→ **Task description**: Scan the listing below for the word "string" and copy every line that has it.
── Extracted information
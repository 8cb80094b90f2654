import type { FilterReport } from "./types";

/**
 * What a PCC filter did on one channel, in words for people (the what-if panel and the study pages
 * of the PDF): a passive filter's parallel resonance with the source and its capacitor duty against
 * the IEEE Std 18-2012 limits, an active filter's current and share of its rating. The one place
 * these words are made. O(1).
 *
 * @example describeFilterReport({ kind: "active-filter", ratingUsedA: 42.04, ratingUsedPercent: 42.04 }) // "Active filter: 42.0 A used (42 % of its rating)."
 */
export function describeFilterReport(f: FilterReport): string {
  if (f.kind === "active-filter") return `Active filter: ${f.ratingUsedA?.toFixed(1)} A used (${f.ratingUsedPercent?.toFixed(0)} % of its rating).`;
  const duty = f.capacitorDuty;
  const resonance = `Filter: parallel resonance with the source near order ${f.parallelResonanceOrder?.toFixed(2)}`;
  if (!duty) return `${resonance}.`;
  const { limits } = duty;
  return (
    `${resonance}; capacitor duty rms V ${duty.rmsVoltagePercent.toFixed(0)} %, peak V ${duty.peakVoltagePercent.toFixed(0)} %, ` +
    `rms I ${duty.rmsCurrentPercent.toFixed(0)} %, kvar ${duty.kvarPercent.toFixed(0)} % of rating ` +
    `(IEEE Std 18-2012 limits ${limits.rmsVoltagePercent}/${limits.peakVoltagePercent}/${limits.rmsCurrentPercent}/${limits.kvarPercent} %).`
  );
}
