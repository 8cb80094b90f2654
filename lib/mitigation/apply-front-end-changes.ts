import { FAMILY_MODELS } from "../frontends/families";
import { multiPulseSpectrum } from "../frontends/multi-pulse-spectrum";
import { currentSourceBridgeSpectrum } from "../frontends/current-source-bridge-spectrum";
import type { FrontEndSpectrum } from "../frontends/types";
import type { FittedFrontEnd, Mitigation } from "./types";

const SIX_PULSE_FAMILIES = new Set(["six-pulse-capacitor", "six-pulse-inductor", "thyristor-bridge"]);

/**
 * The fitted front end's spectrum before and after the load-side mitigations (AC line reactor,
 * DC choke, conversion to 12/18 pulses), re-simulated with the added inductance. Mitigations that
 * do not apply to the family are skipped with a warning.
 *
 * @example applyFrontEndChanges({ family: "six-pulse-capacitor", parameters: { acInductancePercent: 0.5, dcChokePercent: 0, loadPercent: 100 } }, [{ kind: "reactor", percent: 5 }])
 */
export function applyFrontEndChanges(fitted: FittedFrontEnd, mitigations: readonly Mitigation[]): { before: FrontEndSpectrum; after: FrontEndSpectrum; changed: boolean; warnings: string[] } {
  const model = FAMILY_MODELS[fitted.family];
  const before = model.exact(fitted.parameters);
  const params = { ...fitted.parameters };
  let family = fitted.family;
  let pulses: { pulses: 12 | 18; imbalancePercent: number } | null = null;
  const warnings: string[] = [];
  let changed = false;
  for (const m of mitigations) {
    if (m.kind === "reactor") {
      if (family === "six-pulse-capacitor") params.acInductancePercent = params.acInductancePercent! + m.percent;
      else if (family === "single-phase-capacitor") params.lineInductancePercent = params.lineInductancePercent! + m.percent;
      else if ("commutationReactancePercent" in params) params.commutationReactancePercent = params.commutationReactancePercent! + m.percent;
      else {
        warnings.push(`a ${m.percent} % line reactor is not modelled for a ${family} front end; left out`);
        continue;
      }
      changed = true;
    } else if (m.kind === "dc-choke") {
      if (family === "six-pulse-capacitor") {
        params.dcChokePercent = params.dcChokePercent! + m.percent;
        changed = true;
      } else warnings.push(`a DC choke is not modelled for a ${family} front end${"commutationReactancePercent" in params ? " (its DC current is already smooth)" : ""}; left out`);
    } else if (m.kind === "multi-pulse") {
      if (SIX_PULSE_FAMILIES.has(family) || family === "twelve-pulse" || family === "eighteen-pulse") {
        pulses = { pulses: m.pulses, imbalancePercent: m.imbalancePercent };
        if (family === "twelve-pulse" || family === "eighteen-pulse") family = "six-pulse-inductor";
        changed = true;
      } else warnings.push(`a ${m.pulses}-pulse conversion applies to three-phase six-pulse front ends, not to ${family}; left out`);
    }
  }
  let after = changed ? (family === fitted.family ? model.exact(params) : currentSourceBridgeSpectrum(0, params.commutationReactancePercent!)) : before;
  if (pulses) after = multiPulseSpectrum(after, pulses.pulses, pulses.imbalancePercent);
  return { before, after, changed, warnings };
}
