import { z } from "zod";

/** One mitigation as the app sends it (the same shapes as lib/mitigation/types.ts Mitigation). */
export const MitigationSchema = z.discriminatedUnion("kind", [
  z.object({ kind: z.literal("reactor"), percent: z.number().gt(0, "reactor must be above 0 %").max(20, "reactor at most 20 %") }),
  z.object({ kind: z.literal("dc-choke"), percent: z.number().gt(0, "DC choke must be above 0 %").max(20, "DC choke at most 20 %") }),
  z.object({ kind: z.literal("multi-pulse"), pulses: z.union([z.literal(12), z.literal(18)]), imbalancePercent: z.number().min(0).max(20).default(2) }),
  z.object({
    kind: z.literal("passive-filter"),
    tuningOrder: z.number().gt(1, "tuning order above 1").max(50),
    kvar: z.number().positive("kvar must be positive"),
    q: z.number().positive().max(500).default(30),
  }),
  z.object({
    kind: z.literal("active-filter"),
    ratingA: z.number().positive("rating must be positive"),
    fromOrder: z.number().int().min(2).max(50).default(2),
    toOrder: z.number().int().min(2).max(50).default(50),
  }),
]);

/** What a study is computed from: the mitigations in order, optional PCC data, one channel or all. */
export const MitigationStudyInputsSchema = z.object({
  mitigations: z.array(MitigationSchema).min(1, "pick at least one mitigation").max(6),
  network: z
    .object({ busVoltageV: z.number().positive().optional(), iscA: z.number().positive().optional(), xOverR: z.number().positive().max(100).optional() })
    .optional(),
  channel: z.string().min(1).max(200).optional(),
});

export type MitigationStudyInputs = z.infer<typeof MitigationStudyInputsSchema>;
────
→ **Task solution**:
export function describeFilterReport(f: FilterReport): string {
export function applyFrontEndChanges(fitted: FittedFrontEnd, mitigations: readonly Mitigation[]): { before: FrontEndSpectrum; after: FrontEndSpectrum; changed: boolean; warnings: string[] } {
  const warnings: string[] = [];
  channel: z.string().min(1).max(200).optional(),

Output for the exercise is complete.